Oil field work is a noble pursuit but it's may very well be hurting your marriage to be away so much.


----------



## Tilted 1

That's tough, l wish l could say something great, but it's uncalled for when it really one sided with her. She doesn't even like her self, l don't give her much recognition for the piss poor behavior. And it took 2 for the kids she's only in it for herself, and believes she deserves it when you return home. BS unwanted, 

l do see you picked out the correct name. If you have talked to her about this already then she wants her freedom, not even her children are enough for her to remain engaged like a normal mother. You may want to rethink this marriage she is not what you once knew. And it shows by your words.

I would definitely be looking into leaving and if possible take your children and maybe you can pay family to care for your kids while your gone. You may not think but with her suggestions on the distant employment it does allow her all the free time from you.

Am l saying what your thinking, yes your her maid and relief sitter and it sure looks like she's into someone her actions and lack of care by how and what she make your kids live in the filth and it only get clean when you or the kids do it. 

I seen this alot when some military wife's have more important things on there mind, other friends you can say. Heck the one son is 14 and in 2 yes will be able to drive the other to school and watch his brother while your at work and 2 yrs may even be able to stay home by himself. 

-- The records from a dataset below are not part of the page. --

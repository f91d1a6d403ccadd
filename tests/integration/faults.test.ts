import { describe, it, expect, beforeAll, afterAll } from 'vitest';
import { mkdtempSync, rmSync } from 'node:fs';
import { dirname, join } from 'node:path';
import { spawn, spawnSync, type ChildProcess } from 'node:child_process';
import pg from 'pg';
import { Sequelize } from 'sequelize';
import { startCluster, stopCluster, ensureDatabase, clusterDir, portOpen } from '../../scripts/lib/pg.mjs';
import { readMailbox } from '../../fakes/mailbox.mjs';
import { verifyTrail } from '../../src/lib/server/trail';
import { startApp, stopApp, httpAt, type AppProcess, type Answer } from '../../scripts/lib/app-process';
import { DEMO } from '../helpers/http';

/**
 * Faults, each against an app process, a PostgreSQL cluster and fakes of this file's own, on
 * scratch ports: the app killed with SIGKILL in the middle of a burst of splits, PostgreSQL
 * restarted under load, and the storage and mail services stopped.
 */
const apiPort = Number(process.env.REGOLOG_API_TEST_PORT ?? 24325);
// clear of the profile's own ports and of the benchmark cluster (port base + 7)
const APP_PORT = apiPort + 5;
const DB_PORT = apiPort + 6;
const S3_PORT = apiPort + 7;
const SMTP_PORT = apiPort + 8;
const DB_NAME = 'regolog_faults';
const BURST = Number(process.env.REGOLOG_FAULT_SPLITS ?? 600);
const PARENTS = 30;
const quiet = () => {};

const root = mkdtempSync(join(process.cwd(), '.regolog', 'faults-'));
const s3Dir = join(root, 's3');
const mailDir = join(root, 'mail');
let env: Record<string, string>;
let app: AppProcess | null = null;
let sequelize: Sequelize;
let pgPassword = '';

// The fakes run as processes of their own, so stopping one really closes every socket to it.
const fakes: Record<'s3' | 'smtp', ChildProcess | null> = { s3: null, smtp: null };
async function startFake(which: 's3' | 'smtp') {
	const [port, args] = which === 's3'
		? [S3_PORT, ['fakes/s3.mjs', '--port', String(S3_PORT), '--dir', s3Dir, '--bucket', 'regolog-documents']]
		: [SMTP_PORT, ['fakes/smtp.mjs', '--port', String(SMTP_PORT), '--dir', mailDir]];
	const child = spawn(process.execPath, args as string[], { stdio: ['ignore', 'ignore', 'pipe'] });
	fakes[which] = child;
	let stderr = '';
	child.stderr!.on('data', (d) => (stderr += d));
	// a machine busy with the other test files can take several seconds to start node
	for (let i = 0; i < 600 && child.exitCode === null && !(await portOpen(port)); i++) await wait(50);
	if (!(await portOpen(port))) throw new Error(`the ${which} fake did not open port ${port}${child.exitCode !== null ? ` (it exited with ${child.exitCode}: ${stderr.trim().slice(0, 500)})` : ''}`);
}
async function stopFake(which: 's3' | 'smtp') {
	const c = fakes[which];
	fakes[which] = null;
	if (!c || c.exitCode !== null) return;
	const gone = new Promise((r) => c.once('exit', r));
	c.kill('SIGKILL');
	await gone;
}

async function sql<T = any>(text: string, values: unknown[] = []): Promise<T[]> {
	const c = new pg.Client({ host: '127.0.0.1', port: DB_PORT, user: 'postgres', password: pgPassword, database: DB_NAME });
	await c.connect();
	try {
		return (await c.query(text, values)).rows as T[];
	} finally {
		await c.end();
	}
}

function wait(ms: number) {
	return new Promise((r) => setTimeout(r, ms));
}

function expectErrorShape(a: Answer, what: string) {
	expect(a.type, `${what}: ${a.text.slice(0, 200)}`).toContain('application/json');
	expect(typeof a.body?.error?.code, what).toBe('string');
	expect(typeof a.body?.error?.message, what).toBe('string');
	expect(a.text, `${what} leaks a stack`).not.toMatch(/\n\s+at |node_modules/);
}

beforeAll(async () => {
	const cluster = await startCluster({ root, port: DB_PORT, log: quiet });
	pgPassword = cluster.password;
	await ensureDatabase({ port: DB_PORT, password: pgPassword, dbName: DB_NAME, user: 'regolog', userPassword: 'regolog-local', fresh: true });
	await startFake('s3');
	await startFake('smtp');
	env = {
		REGOLOG_DB_HOST: '127.0.0.1',
		REGOLOG_DB_PORT: String(DB_PORT),
		REGOLOG_DB_NAME: DB_NAME,
		REGOLOG_DB_USER: 'regolog',
		REGOLOG_DB_PASSWORD: 'regolog-local',
		REGOLOG_S3_ENDPOINT: `http://127.0.0.1:${S3_PORT}`,
		REGOLOG_S3_BUCKET: 'regolog-documents',
		REGOLOG_SMTP_HOST: '127.0.0.1',
		REGOLOG_SMTP_PORT: String(SMTP_PORT),
		REGOLOG_MAIL_DIR: mailDir
	};
	const setup = spawnSync(process.execPath, ['--import', 'tsx', 'scripts/setup-db.ts'], { env: { ...process.env, ...env }, encoding: 'utf8' });
	if (setup.status !== 0) throw new Error(`migrating the fault database failed:\n${setup.stdout}${setup.stderr}`);
	sequelize = new Sequelize(DB_NAME, 'regolog', 'regolog-local', { host: '127.0.0.1', port: DB_PORT, dialect: 'postgres', dialectModule: pg, logging: false });
	app = await startApp(APP_PORT, env);
}, 120_000);

afterAll(async () => {
	await stopApp(app, 'SIGKILL');
	await sequelize?.close();
	await stopFake('s3');
	await stopFake('smtp');
	stopCluster({ root, log: quiet });
	rmSync(dirname(clusterDir(root, quiet)), { recursive: true, force: true });
	rmSync(root, { recursive: true, force: true });
}, 60_000);

describe('the app killed with SIGKILL during a burst of splits', () => {
	it('keeps every acknowledged split, leaves no partial one, and the budgets and trail reconcile', async () => {
		const curator = httpAt(app!.base);
		await curator.signIn(DEMO.curator);
		const parents: string[] = [];
		for (let i = 0; i < PARENTS; i++) {
			const r = await curator.post('/api/items', { collection: 'HLF', massUg: 50_000_000, description: `fault burst parent ${i}` });
			expect(r.status).toBe(201);
			parents.push(r.body.item.code);
		}

		const acknowledged: { splitId: string; parent: string; children: string[] }[] = [];
		const statuses = new Map<string, number>();
		let killed = false;
		const killAfter = Math.floor(BURST / 4);
		const burst = Array.from({ length: BURST }, async (_, k) => {
			const parent = parents[k % PARENTS];
			try {
				const r = await curator.post(`/api/items/${parent}/splits`, { children: [{ massUg: 1000 + (k % 7) }, { massUg: 2000 }] });
				statuses.set(String(r.status), (statuses.get(String(r.status)) ?? 0) + 1);
				if (r.status === 201) {
					acknowledged.push({ splitId: r.body.splitId, parent, children: r.body.children.map((c: { code: string }) => c.code) });
					if (!killed && acknowledged.length >= killAfter) {
						killed = true;
						app!.child.kill('SIGKILL');
					}
				} else if (!killed) {
					expectErrorShape(r, `split ${k}`);
				}
			} catch {
				statuses.set('connection cut', (statuses.get('connection cut') ?? 0) + 1);
			}
		});
		await Promise.all(burst);
		await app!.exited;
		console.log(`[faults] burst of ${BURST} splits on ${PARENTS} parents: ${acknowledged.length} acknowledged before and while the kill; answers ${JSON.stringify(Object.fromEntries(statuses))}`);
		expect(killed).toBe(true);
		// the kill came before the end of the burst: some requests never got an answer
		expect(acknowledged.length).toBeLessThan(BURST);

		app = await startApp(APP_PORT, env);

		const ids = acknowledged.map((a) => a.splitId);
		const found = await sql<{ id: string }>('SELECT id FROM splits WHERE id = ANY($1::uuid[])', [ids]);
		expect(found.length, 'acknowledged splits present').toBe(ids.length);
		const childCodes = acknowledged.flatMap((a) => a.children);
		const kids = await sql<{ code: string }>('SELECT code FROM items WHERE code = ANY($1::text[])', [childCodes]);
		expect(kids.length, 'children of acknowledged splits present').toBe(childCodes.length);

		// every split: its children, its ledger and its parent agree to the microgram
		const partial = await sql(`
			SELECT s.id FROM splits s
			CROSS JOIN LATERAL (SELECT count(*) AS n, coalesce(sum(initial_mass_ug), 0) AS total FROM items WHERE split_id = s.id) ch
			CROSS JOIN LATERAL (
				SELECT coalesce(sum(delta_ug) FILTER (WHERE item_id = s.parent_id), 0) AS parent_delta,
				       coalesce(sum(delta_ug) FILTER (WHERE item_id <> s.parent_id), 0) AS children_delta,
				       count(*) FILTER (WHERE item_id <> s.parent_id) AS children_entries
				FROM ledger_entries WHERE split_id = s.id) l
			WHERE ch.n = 0 OR ch.total <> s.children_total_ug OR l.children_delta <> s.children_total_ug
			   OR l.children_entries <> ch.n OR l.parent_delta <> -(s.children_total_ug + s.loss_ug)`);
		expect(partial, 'splits whose parts do not reconcile').toEqual([]);
		const orphans = await sql(`SELECT code FROM items WHERE kind = 'aliquot' AND (split_id IS NULL OR NOT EXISTS (SELECT 1 FROM ledger_entries e WHERE e.item_id = items.id))`);
		expect(orphans, 'aliquots outside a split').toEqual([]);

		// every item's mass is its ledger's sum and last balance; every parent's budget closes
		const ledgerOff = await sql(`
			SELECT i.code FROM items i
			LEFT JOIN LATERAL (SELECT coalesce(sum(delta_ug), 0) AS d FROM ledger_entries WHERE item_id = i.id) s ON true
			LEFT JOIN LATERAL (SELECT balance_after_ug FROM ledger_entries WHERE item_id = i.id ORDER BY seq DESC LIMIT 1) last ON true
			WHERE s.d <> i.mass_ug OR last.balance_after_ug IS DISTINCT FROM i.mass_ug`);
		expect(ledgerOff, 'items whose mass differs from their ledger').toEqual([]);
		const budgetOff = await sql(`
			SELECT p.code FROM items p
			JOIN LATERAL (SELECT coalesce(sum(children_total_ug + loss_ug), 0) AS spent FROM splits WHERE parent_id = p.id) s ON true
			WHERE p.code = ANY($1::text[]) AND p.initial_mass_ug <> p.mass_ug + s.spent`, [parents]);
		expect(budgetOff, 'parents whose budget does not close').toEqual([]);
		const [{ splits, events }] = await sql(`SELECT (SELECT count(*)::int FROM splits) AS splits, (SELECT count(*)::int FROM trail_events WHERE action = 'item.split') AS events`);
		expect(events).toBe(splits);

		const trail = await verifyTrail(sequelize);
		expect(trail.ok, JSON.stringify(trail)).toBe(true);
		console.log(`[faults] after restart: ${splits} splits recorded (${ids.length} acknowledged), ${trail.events} trail events verified`);

		// the restarted app splits again
		const again = await curator.post(`/api/items/${parents[0]}/splits`, { children: [{ massUg: 500 }] });
		expect(again.status).toBe(201);
	}, 180_000);
});

describe('PostgreSQL restarted under load', () => {
	it('answers 503 with the error shape meanwhile, never a 500, and recovers by itself', async () => {
		const curator = httpAt(app!.base);
		await curator.signIn(DEMO.curator);
		const parent = (await curator.post('/api/items', { collection: 'HLF', massUg: 10_000_000, description: 'restart load parent' })).body.item.code;
		const counts: Record<string, number> = {};
		const bad: string[] = [];
		let stop = false;
		let recovered = false;
		let downSeen = false;
		const worker = async (n: number) => {
			while (!stop) {
				const kind = n % 3;
				let r: Answer;
				try {
					r = kind === 0 ? await curator.get('/api/items?limit=5') : kind === 1 ? await curator.post(`/api/items/${parent}/splits`, { children: [{ massUg: 100 }] }) : await curator.request('GET', '/items');
				} catch (e) {
					counts['connection error'] = (counts['connection error'] ?? 0) + 1;
					bad.push(`connection error ${(e as Error).message}`);
					continue;
				}
				counts[r.status] = (counts[r.status] ?? 0) + 1;
				if (r.status === 503) {
					downSeen = true;
					// the API answers with the error shape; a page with the error page, never a stack
					if (kind === 2 && !r.type.includes('json')) expect(r.text, 'page during the restart').not.toMatch(/\n\s+at |node_modules/);
					else expectErrorShape(r, `${kind} during the restart`);
				} else if (r.status >= 500) bad.push(`${r.status} ${r.text.slice(0, 300)}`);
				else if (downSeen && r.status < 300) recovered = true;
				if (r.status === 503) await wait(50);
			}
		};
		const workers = Array.from({ length: 9 }, (_, n) => worker(n));
		await wait(1500);
		expect(stopCluster({ root, log: quiet })).toBe(true);
		for (let i = 0; i < 100 && !downSeen; i++) await wait(100);
		await wait(1500);
		await startCluster({ root, port: DB_PORT, log: quiet });
		for (let i = 0; i < 300 && !recovered; i++) await wait(100);
		await wait(500);
		stop = true;
		await Promise.all(workers);
		console.log(`[faults] PostgreSQL restart under load: answers ${JSON.stringify(counts)}`);
		expect(bad).toEqual([]);
		expect(downSeen).toBe(true);
		expect(recovered).toBe(true);
		expect((await curator.get('/api/health')).status).toBe(200);
		expect(app!.child.exitCode).toBe(null);
		const trail = await verifyTrail(sequelize);
		expect(trail.ok, JSON.stringify(trail)).toBe(true);
	}, 120_000);
});

describe('storage and mail fakes down', () => {
	it('health names the failing parts, and mail queued meanwhile is delivered once mail is back', async () => {
		const admin = httpAt(app!.base);
		await admin.signIn(DEMO.admin);
		await stopFake('s3');
		await stopFake('smtp');
		const h = await admin.get('/api/health');
		expect(h.status).toBe(503);
		expect(h.body.db).toBe('ok');
		expect(h.body.storage).toMatch(/^unavailable/);
		expect(h.body.mail).toMatch(/^unavailable/);
		expect(h.body.error.message).toMatch(/storage.*mail|mail.*storage/);

		const email = `outage-${Date.now()}@fennick.example`;
		const inv = await admin.post('/api/users', { email, name: 'Outage Invitee', role: 'auditor' });
		expect(inv.status).toBe(201);
		// the sender tries (the oldest waiting message first), fails, and keeps everything queued
		let failed: { n: number } | undefined;
		for (let i = 0; i < 150; i++) {
			[failed] = await sql(`SELECT count(*)::int AS n FROM mail_outbox WHERE status = 'queued' AND attempts > 0 AND last_error IS NOT NULL`);
			if (failed && failed.n > 0) break;
			await wait(100);
		}
		expect(failed?.n).toBeGreaterThan(0);
		const [row] = await sql('SELECT status FROM mail_outbox WHERE to_address = $1', [email]);
		expect(row?.status).toBe('queued');

		await startFake('s3');
		await startFake('smtp');
		let delivered = false;
		for (let i = 0; i < 300 && !delivered; i++) {
			delivered = (await readMailbox(mailDir)).some((m) => m.to.includes(email));
			if (!delivered) await wait(100);
		}
		expect(delivered).toBe(true);
		const [after] = await sql('SELECT status FROM mail_outbox WHERE to_address = $1', [email]);
		expect(after.status).toBe('sent');
		expect((await admin.get('/api/health')).status).toBe(200);
	}, 90_000);
});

Nothing really holding you there your like roommates without benefits. And you have to clean up after the roommate. Dump her brother, and quit wasting your time and dragging the kids through hell. It time for you to get a new lease for life even if it's only for sanity, and bonding of your kids. It's time to get out of the pot, keep from what once was. Let her figure her life out on her own time. Because she's wasting your time.


----------



## She'sStillGotIt

TheUnwanted74 said:


> I'm not exaggerating when I say that she sits in the garage every night for 5 or more hours just drinking, smoking, and talking to her friends and family on the phone.


I suspect you're pulling our collective legs but I'll bite anyway.

You* honestly* think she's talking to "friends and family" for 5 hours in the garage every night? I mean, _really?_

I've got some oceanfront property in Oklahoma I'd like to sell you.


----------